Saturday, May 2, 2009

Brobdingnagian-sized words

On page 237, in the context of my discussion of Charles Magnus' "Bird's Eye View of the City of Buffalo, N.Y", I note that the illustrator has taken great pains to show that each elevator has the last name of its owner and the word "elevator" printed upon it "in Brobdingagian-sized words." My reference was not only to Jonathan Swift's satire Gulliver's Travels (1726), in which Gulliver visits the island of Brobdingag, which is populated by gigantic people who are 72 feet tall, but also to Frank Norris's novel The Pit (1903), in which the narrator proclaims that, "on all sides, blocking the horizon, red in color and designated by Brobdingagian letters, towered the hump-shouldered grain elevators [of Chicago]."

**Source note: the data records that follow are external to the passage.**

Object.assign($defs, {
  analysisOptions: obj('The options the analysis ran with (defaults filled in).', {
    count: arr('Change kinds counted as updates. The default (column added, column removed, column type changed, primary key changed) is a convention remembered from earlier schema-evolution studies, not a standard.', str('A change kind.', { enum: changeKinds })),
    highAbove: num('The threshold T: more than T counted updates (or rate, see bandBy) is `high`, 1 to T `low`. The default 5 is a remembered convention, not a standard.', { minimum: 0 }),
    bandBy: str('What the activity band compares with T: the `total` of counted updates, or their rate `per-year` or `per-version` of life.', { enum: ['total', 'per-year', 'per-version'] }),
    initial: {
      type: 'object', description: 'Which tables count as `initial`: `version0` (present in version 0), `versions` (born in the first `count` versions), `date` (born at or before `date`), `commit` (born at or before the version of `commit`).',
      properties: {
        kind: str('The rule.', { enum: ['version0', 'versions', 'date', 'commit'] }),
        count: int('For `versions`: how many first versions.', { minimum: 1 }),
        date: str('For `date`: the date as given.'),
        commit: sha('For `commit`: the commit the revision resolved to.'),
        label: str('For `commit`: the revision as given.'),
        version: { type: 'integer', minimum: -1, description: 'For `commit`: the last version at or before it (-1: none).' },
      },
      required: ['kind'], additionalProperties: false,
    },
    exclude: arr('Glob patterns of tables left out of the measures (matched against the id and every physical name).', { type: 'string' }),
    excludeImplicitJoins: bool('Whether join tables an ORM creates implicitly were left out.'),
    excludeOrmForeignKeys: bool('Whether foreign keys only the ORM enforces were left out of the graphs.'),
    alpha: num('Significance level of the plain-words readings.', { exclusiveMinimum: 0, exclusiveMaximum: 1 }),
    exact: obj('Settings of the exact test.', {
      limit: int('Tables with the observed margins are enumerated when there are at most this many; Monte Carlo above.'),
      draws: int('Monte Carlo draws.', { minimum: 1 }),
      seed: int('Seed of the Monte Carlo generator (32-bit Mersenne Twister).'),
    }),
    renames: str('`heuristic` when the changes hold renames found by the heuristic, else `stated`.', { enum: ['stated', 'heuristic'] }),
    initialCutoff: { type: 'integer', minimum: -1, description: 'Tables first born at or before this version index are `initial` (-1: none).' },
  }),
  neighbour: obj('A neighbour in the history graph.', {
    table: str('Stable id of the other table.'),
    foreignKeys: int('Foreign keys that ever existed between the two, in this direction (parallel ones counted here, once in the degrees).', { minimum: 1 }),
  }),
  classRun: obj('Consecutive versions of a table\'s life in one topology class.', {
    from: int('First version of the run.'), to: int('Last version of the run (included).'), class: str('Topology class in those versions.', { enum: classes }),
  }),
  tableMeasures: obj('Every measure of one table that ever existed.', {
    id: str('Stable id of the table.'),
    name: str('Physical name at the last version that had the table.'),
    namespace: str('Database schema (namespace) at that version; absent for the default one.'),
    ormName: str('Name of the model, entity or class in the ORM code at that version.'),
    kind: str('`table`, or `implicit-join` for a join table an ORM creates implicitly.', { enum: ['table', 'implicit-join'] }),
    formerNames: arr('Other physical names the table had (after renames).', { type: 'string' }),
    included: bool('Whether the table is in the measures and statistics.'),
    excludedBecause: str('Which filter left the table out.'),
    birth: versionRef('The version the table first appeared in.'),
    removal: { oneOf: [versionRef('The version at which the table was last removed.'), { type: 'null' }], description: 'The version at which the table was last removed; null while it lives at the last version.' },
    spells: arr('Spells of life: from a birth to the removal after it.', obj('One spell.', {
      born: int('Version of the (re)birth.'),
      removed: { type: ['integer', 'null'], minimum: 0, description: 'Version at which the table is gone (excluded from the spell); null while it lives.' },
    })),
    birthGroup: str('`initial` or `later` (see options.initial).', { enum: groups }),
    lifetime: obj('Lifetime, summed over the spells.', {
      versions: int('Versions the table lived in.'),
      days: num('Days by committer date, from each birth version to the removal version, or to the last version.', { minimum: 0 }),
    }),
    columns: obj('Number of columns.', { atBirth: int('At the first birth.'), atEnd: int('At the last version that had the table.') }),
    changes: kindCounts('Changes to the table, by kind (every kind listed).'),
    countedUpdates: int('Changes of the counted kinds.'),
    updatesPerVersion: num('Counted updates per version of life.', { minimum: 0 }),
    updatesPerYear: nullable(num('Counted updates per year (365.25 days) of life; null below 30 days of life.', { minimum: 0 })),
    activityBand: { type: ['string', 'null'], enum: [...bands, null], description: '`unchanged` (0 counted updates), `low` (1 to T), `high` (more than T); null when the rate it is based on cannot be computed.' },
    graph: {
      oneOf: [
        obj('Measures in the history graph.', {
          inDegree: int('Distinct other tables that ever referenced this one.'),
          outDegree: int('Distinct other tables this one ever referenced.'),
          degree: int('inDegree + outDegree: distinct neighbours (the variable of Spearman\'s correlation).'),
          selfReferences: int('Foreign keys of the table to itself that ever existed (reported, not counted in the degrees).'),
          references: arr('Tables this one referenced.', ref('neighbour')),
          referencedBy: arr('Tables that referenced this one.', ref('neighbour')),
          class: str('Topology class in the history graph: isolated (in 0, out 0), source (out > 0, in 0), sink (in > 0, out 0), intermediate (both > 0).', { enum: classes }),
          classes: arr('Class in every version of its life (per-version graphs), as runs.', ref('classRun')),
          classChanges: int('Changes of class between consecutive versions of one spell.'),
        }),
        { type: 'null' },
      ],
      description: 'Measures in the history graph; null for a table left out of the measures.',
    },
  }, ['id', 'name', 'kind', 'included', 'birth', 'removal', 'spells', 'birthGroup', 'lifetime', 'columns', 'changes', 'countedUpdates', 'updatesPerVersion', 'updatesPerYear', 'activityBand', 'graph']),
  versionPoint: obj('One version of the growth curve.', {
    index: int('Index of the version.'), commit: sha('Its commit.'), date: isoTime('Its committer date.'),
    status: $defs.version.properties.status,
    tables: int('Tables in the measures (an absent version keeps the last schema).'),
    columns: int('Columns of those tables.'),
    foreignKeys: int('Their foreign keys (ORM-only ones left out under excludeOrmForeignKeys, and those to excluded tables).'),
    changes: kindCounts('Changes seen at this version, by kind.'),
    countedUpdates: int('Counted updates seen at this version.'),
    classes: classCounts('Tables of each topology class in this version\'s foreign-key graph.'),
  }),
  chiSquare: obj('Pearson\'s chi-square test of independence, without continuity correction.', {
    ...notComputable,
    statistic: num('X^2.', { minimum: 0 }), df: int('Degrees of freedom, (r-1)(c-1) of the tested table.'), pValue: num('Upper-tail p-value.', { minimum: 0, maximum: 1 }),
    smallExpected: int('Cells with an expected count below 5 (the approximation is doubtful when over a fifth are: common practice).'),
    cells: int('Cells of the tested table.'),
  }, ['computable']),
  exactTest: obj('The exact test of Fisher, extended to r x c tables by Freeman and Halton.', {
    ...notComputable,
    method: str('`exact`: every table with the observed margins enumerated; `monte-carlo`: random tables drawn.', { enum: ['exact', 'monte-carlo'] }),
    alternative: str('Alternative hypothesis; two-sided sums the tables no more probable than the observed one (relative tolerance 1e-7).', { enum: ['two-sided', 'greater', 'less'] }),
    pValue: num('p-value; Monte Carlo: (1 + hits) / (draws + 1).', { minimum: 0, maximum: 1 }),
    tables: int('Exact: tables enumerated.'), draws: int('Monte Carlo: draws.'), seed: int('Monte Carlo: seed.'), hits: int('Monte Carlo: draws no more probable than the observed table.'),
    limit: int('The enumeration limit in force.'),
  }, ['computable']),
  cramersV: obj('Cramer\'s V.', {
    ...notComputable,
    value: num('sqrt(X^2 / (n (min(r, c) - 1))), uncorrected.', { minimum: 0 }),
    biasCorrected: obj('Bergsma\'s bias-corrected V.', { ...notComputable, value: num('The corrected value.', { minimum: 0 }) }, ['computable']),
  }, ['computable']),
  contingency: obj('A contingency table of two variables over the tables, with its tests.', {
    table: obj('Counts with margins, percentages and expected counts.', {
      rowVariable: str('Variable of the rows.'), columnVariable: str('Variable of the columns.'),
      rows: arr('Row labels.', { type: 'string' }), columns: arr('Column labels.', { type: 'string' }),
      counts: matrix('Counts, rows by columns.', { type: 'integer', minimum: 0 }),
      rowTotals: arr('Row totals.', { type: 'integer', minimum: 0 }), columnTotals: arr('Column totals.', { type: 'integer', minimum: 0 }), total: int('Grand total.'),
      rowPercent: matrix('Percent of the row total (null where it is 0).', { type: ['number', 'null'] }),
      columnPercent: matrix('Percent of the column total (null where it is 0).', { type: ['number', 'null'] }),
      totalPercent: matrix('Percent of the grand total (null when it is 0).', { type: ['number', 'null'] }),
      expected: matrix('Expected counts under independence.', { type: 'number', minimum: 0 }),
      droppedRows: arr('All-zero rows, left out of the tests.', { type: 'string' }),
      droppedColumns: arr('All-zero columns, left out of the tests.', { type: 'string' }),
    }),
    leftOut: arr('Tables of the analysis not in this table, with the reason.', obj('One table left out.', { table: str('Its id.'), reason: str('Why.') })),
    chiSquare: ref('chiSquare', 'Chi-square test of independence.'), exact: ref('exactTest', 'Exact test.'), cramersV: ref('cramersV', 'Strength of the association.'),
    reading: arr('Each result in one plain sentence.', { type: 'string' }),
  }),
  analysis: obj('Measures and statistics of the history (see docs/measures.md).', {
    options: ref('analysisOptions', 'The options the analysis ran with.'),
    summary: obj('Counts over the analysis.', {
      versions: int('Versions.'), tables: int('Tables that ever existed.'), included: int('Of them, in the measures.'), excluded: int('Of them, left out by a filter.'),
      changes: int('Changes to tables in the measures.'), countedUpdates: int('Counted updates of tables in the measures.'),
      classes: classCounts('Tables in the measures by history-graph class.'),
      birthGroups: obj('Tables in the measures by birth group.', Object.fromEntries(groups.map((g) => [g, int(`Tables \`${g}\`.`)]))),
      activityBands: obj('Tables in the measures by activity band.', Object.fromEntries(bands.map((b) => [b, int(`Tables \`${b}\`.`)]))),
    }),
    tables: arr('Every table that ever existed, by id.', ref('tableMeasures')),
    graph: obj('The history graph: every table that ever existed (in the measures) and every foreign key that ever existed.', {
      nodes: int('Nodes (tables in the measures).'),
      edges: arr('Edges, one per foreign key identity (table, ordered columns) and target.', obj('A foreign key of the history graph.', {
        key: str('Identity: `source -> target (column keys)`.'), source: str('Referencing table.'), target: str('Referenced table.'),
        columns: arr('Referencing columns (at the last version that had the key).', { type: 'string' }),
        referencedColumns: arr('Referenced columns.', { type: 'string' }),
        versions: ranges('Versions in which it existed.'),
        enforcement: arr('Enforcements it had.', str('`database` or `orm`.', { enum: ['database', 'orm'] })),
      })),
      dangling: arr('Foreign keys to a table that never existed in any snapshot: reported, kept out of the degrees.', obj('A dangling foreign key.', {
        table: str('Referencing table.'), columns: arr('Referencing columns.', { type: 'string' }), referencedTable: str('The id it names.'), versions: ranges('Versions in which it existed.'),
      })),
    }),
    versions: arr('The per-version series (growth curve).', ref('versionPoint')),
    renames: arr('Renames found by the heuristic, as the changes record them.', obj('One rename.', {
      version: int('Version.'), kind: str('What was renamed.', { enum: ['table', 'column'] }), table: str('Stable id of the table.'),
      from: str('Old name.'), to: str('New name.'), evidence: str('What the match rests on.'),
    })),
    statistics: obj('Tests of association between topology and evolution, over the tables in the measures, each classified on the history graph.', {
      units: int('Tables the statistics are computed on.'),
      alpha: num('Significance level of the readings.'),
      classByBirthGroup: ref('contingency', 'Topology class by birth group.'),
      classByActivityBand: ref('contingency', 'Topology class by activity band.'),
      degreeVersusUpdates: obj('Spearman\'s rank correlation of distinct neighbours (in + out) with counted updates.', {
        ...notComputable,
        n: int('Pairs.'), rho: num('Spearman\'s rho.', { minimum: -1, maximum: 1 }), S: num('S = (n^3 - n)(1 - rho) / 6.'),
        pValue: num('Two-sided p-value.', { minimum: 0, maximum: 1 }),
        method: str('`exact` (n <= 9, no ties) or `t-approximation`.', { enum: ['exact', 't-approximation'] }),
        ties: bool('Whether either variable has ties.'),
        reading: str('The result in one plain sentence.'),
      }, ['computable', 'reading']),
      updatesByClass: obj('Kruskal-Wallis test of counted updates across topology classes, with the tie correction.', {
        ...notComputable,
        statistic: num('H.'), df: int('Degrees of freedom (classes with tables - 1).'), pValue: num('Upper-tail p-value.', { minimum: 0, maximum: 1 }),
        n: int('Tables.'),
        groups: arr('Classes with tables.', obj('One class.', { label: str('Class.'), n: int('Tables.'), meanRank: num('Mean rank of their counted updates.') })),
        droppedGroups: arr('Classes without tables, left out.', { type: 'string' }),
        reading: str('The result in one plain sentence.'),
      }, ['computable', 'reading']),
      caution: str('Association is not causation.'),
    }),
  }),
});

Norris' novel has come up once before, and it will (or, rather, should have) come up again, on page 258 of American Colossus, in which I mention several writers who anthropomorphicized grain elevators: Rudyard Kipling, who spoke of the "high-shouldered" elevators in Buffalo; Carl Sandburg, who referred to the "hunched shoulders" of grain elevators in the Midwest; and the anonymous author of "Ugly but Profitable: The Grain Elevators of Buffalo: Examples of Hideousness in Architecture" (1891), who claimed that Buffalo's elevators "rear their ungainly heads" above the skyline.